To do ▸ Report the number of lines in the entries below that include the word "shown", and nothing else.

[Data listing]

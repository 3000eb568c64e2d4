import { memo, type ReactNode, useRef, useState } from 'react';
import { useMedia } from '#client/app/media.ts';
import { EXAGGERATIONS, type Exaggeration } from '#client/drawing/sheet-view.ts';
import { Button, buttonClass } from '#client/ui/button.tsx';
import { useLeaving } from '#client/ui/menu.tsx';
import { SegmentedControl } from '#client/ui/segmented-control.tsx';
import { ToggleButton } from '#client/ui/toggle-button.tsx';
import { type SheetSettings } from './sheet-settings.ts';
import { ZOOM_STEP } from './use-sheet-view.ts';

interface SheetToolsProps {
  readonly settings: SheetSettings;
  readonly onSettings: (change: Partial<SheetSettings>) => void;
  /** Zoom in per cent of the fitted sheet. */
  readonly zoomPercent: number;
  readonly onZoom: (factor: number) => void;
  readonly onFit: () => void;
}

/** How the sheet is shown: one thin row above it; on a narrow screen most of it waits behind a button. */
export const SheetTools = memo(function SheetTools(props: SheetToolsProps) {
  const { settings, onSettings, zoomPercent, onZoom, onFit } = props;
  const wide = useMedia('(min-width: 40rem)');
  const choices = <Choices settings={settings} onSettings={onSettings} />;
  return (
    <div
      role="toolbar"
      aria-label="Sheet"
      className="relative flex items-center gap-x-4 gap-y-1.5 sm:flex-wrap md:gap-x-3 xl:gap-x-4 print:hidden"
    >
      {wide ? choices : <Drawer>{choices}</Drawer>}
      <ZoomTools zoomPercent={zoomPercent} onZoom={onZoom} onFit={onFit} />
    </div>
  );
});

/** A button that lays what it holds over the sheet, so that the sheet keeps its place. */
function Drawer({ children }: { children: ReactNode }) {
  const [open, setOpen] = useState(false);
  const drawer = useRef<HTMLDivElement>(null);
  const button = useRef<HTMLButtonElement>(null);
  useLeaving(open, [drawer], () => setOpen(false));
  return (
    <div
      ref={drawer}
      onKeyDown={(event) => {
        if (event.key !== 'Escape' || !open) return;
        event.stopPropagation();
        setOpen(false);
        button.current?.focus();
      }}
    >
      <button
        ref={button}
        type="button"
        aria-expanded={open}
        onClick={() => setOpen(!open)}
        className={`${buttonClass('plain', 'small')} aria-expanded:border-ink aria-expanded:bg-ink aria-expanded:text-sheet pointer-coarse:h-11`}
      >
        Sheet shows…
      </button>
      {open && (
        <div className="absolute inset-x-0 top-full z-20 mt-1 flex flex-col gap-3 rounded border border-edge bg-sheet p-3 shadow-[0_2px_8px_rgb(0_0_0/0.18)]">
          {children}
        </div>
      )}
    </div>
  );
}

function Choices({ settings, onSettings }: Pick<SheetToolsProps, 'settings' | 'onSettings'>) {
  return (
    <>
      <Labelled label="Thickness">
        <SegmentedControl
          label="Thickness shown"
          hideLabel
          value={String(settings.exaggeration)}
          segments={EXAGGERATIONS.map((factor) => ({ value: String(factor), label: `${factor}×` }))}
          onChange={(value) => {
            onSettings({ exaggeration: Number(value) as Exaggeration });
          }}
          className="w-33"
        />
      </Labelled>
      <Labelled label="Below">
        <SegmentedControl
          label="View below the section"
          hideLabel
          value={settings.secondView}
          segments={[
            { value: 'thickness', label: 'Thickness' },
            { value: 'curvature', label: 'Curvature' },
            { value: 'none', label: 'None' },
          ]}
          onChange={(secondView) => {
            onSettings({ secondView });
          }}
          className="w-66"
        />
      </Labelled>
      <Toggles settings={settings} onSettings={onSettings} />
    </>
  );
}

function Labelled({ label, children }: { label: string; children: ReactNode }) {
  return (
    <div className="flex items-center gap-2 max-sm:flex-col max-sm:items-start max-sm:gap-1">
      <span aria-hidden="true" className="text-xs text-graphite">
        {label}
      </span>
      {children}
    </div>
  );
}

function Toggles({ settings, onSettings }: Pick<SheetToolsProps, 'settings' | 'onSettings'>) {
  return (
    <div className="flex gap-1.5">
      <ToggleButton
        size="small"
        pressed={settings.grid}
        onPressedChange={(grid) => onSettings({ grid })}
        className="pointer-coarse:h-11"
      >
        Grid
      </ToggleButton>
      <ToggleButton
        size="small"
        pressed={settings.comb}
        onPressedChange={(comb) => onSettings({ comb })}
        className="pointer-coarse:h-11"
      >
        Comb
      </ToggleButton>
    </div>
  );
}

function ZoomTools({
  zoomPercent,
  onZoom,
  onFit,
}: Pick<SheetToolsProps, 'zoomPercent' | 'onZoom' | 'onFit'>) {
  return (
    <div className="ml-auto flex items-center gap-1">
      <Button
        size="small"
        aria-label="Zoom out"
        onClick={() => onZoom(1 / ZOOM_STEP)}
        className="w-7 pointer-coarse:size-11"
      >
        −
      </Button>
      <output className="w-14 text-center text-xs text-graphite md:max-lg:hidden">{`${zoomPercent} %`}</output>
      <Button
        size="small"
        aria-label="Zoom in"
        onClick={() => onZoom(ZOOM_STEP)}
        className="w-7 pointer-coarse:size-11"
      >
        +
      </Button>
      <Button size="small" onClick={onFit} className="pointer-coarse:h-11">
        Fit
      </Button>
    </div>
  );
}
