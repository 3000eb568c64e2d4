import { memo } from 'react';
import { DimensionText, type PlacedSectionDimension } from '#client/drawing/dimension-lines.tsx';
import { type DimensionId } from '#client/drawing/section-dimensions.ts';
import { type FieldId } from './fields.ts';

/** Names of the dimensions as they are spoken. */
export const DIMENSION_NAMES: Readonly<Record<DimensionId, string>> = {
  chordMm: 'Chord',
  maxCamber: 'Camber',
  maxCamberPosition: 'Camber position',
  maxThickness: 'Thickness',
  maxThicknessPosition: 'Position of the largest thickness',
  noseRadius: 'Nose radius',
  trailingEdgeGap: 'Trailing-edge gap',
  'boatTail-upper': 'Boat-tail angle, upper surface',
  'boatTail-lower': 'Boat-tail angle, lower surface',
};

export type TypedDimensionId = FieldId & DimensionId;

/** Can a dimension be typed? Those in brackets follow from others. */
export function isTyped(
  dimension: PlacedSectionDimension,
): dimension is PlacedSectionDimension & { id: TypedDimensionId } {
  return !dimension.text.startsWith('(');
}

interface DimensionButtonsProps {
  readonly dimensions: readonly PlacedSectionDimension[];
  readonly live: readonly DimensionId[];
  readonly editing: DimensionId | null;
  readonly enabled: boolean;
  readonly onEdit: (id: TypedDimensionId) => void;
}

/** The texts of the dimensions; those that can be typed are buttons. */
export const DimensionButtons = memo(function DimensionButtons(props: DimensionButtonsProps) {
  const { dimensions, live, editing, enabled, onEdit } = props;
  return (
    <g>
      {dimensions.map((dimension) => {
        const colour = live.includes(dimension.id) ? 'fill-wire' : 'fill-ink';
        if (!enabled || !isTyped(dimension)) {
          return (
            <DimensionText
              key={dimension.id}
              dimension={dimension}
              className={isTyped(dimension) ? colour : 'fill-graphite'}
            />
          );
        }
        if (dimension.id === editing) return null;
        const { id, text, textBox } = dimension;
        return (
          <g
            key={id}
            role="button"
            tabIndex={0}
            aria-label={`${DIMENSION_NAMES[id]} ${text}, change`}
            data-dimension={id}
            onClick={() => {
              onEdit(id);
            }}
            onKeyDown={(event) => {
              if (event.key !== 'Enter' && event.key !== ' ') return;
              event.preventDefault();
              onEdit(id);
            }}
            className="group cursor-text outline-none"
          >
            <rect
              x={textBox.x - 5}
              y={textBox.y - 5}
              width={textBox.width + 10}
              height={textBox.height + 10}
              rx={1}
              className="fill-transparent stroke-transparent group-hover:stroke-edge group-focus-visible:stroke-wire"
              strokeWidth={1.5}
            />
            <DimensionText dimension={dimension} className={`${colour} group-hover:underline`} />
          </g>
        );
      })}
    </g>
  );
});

[/Data listing]

Answer space ▸ 2